# No logro simular un LCD-4bit en Proteus



## silicon blood (Mar 13, 2011)

Que tal amigos, estoy ya agotado de tanto buscar en la web sin encontrar la respuesta a mi problema, y por eso acudo al mejor foro que conozco. Tengo un programa en asm que debe mostrar un simple "Hola" en un Modulo LCD LM016L (hitachi HD 44780) con un PIC 16F84A empleando solo 4 bits. Los otros bits disponibles los tengo ocupados en un contador (un par de displays 7-SEG), entonces la idea es que cuando el contador llegue a un numero (por ejemplo 11) aparezca el mensaje en el LCD.

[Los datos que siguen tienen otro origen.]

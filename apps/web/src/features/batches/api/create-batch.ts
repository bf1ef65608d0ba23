import type { BatchSummary, CreateBatchInput } from "@tagloom/contracts";
import { useMutation, useQueryClient } from "@tanstack/react-query";
import { api } from "@/lib/api-client";
import { ownErrorMeta } from "@/lib/query-client";

export const createBatch = (orgId: string, corpusId: string, input: CreateBatchInput) =>
  api.post<BatchSummary>(`/orgs/${orgId}/corpora/${corpusId}/batches`, input);

export function useCreateBatch(orgId: string) {
  const qc = useQueryClient();
  return useMutation({
    meta: ownErrorMeta,
    mutationFn: ({ corpusId, input }: { corpusId: string; input: CreateBatchInput }) => createBatch(orgId, corpusId, input),
    onSuccess: () => qc.invalidateQueries({ queryKey: ["orgs", orgId, "batches"] }),
  });
}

Para no enrrollarlos mucho les adjunto el codigo y la simulacion. Ver el archivo adjunto LCD.rar

Ah una curiosidad es que con la frecuencia que trae el modulo en proteus (250KHz) me sale un error de "controller received data whilst busy" pero al cambiar la frecuencia en propiedades a 4MHz esto no sucede, pero igual no sale nada en el LCD.

Por cierto uso otro PIC como codificador para el 7-SEG por que en mi casa no tengo un 74LS47 pero si otro PIC jejeje...


----------



## Vick (Mar 13, 2011)

Cambio la pregunta al foro de simuladores ya que estamos hablando de Proteus...

Respecto a tu duda:

No debes cambiar la frecuencia del LCD es la frecuencia normal de funcionamiento.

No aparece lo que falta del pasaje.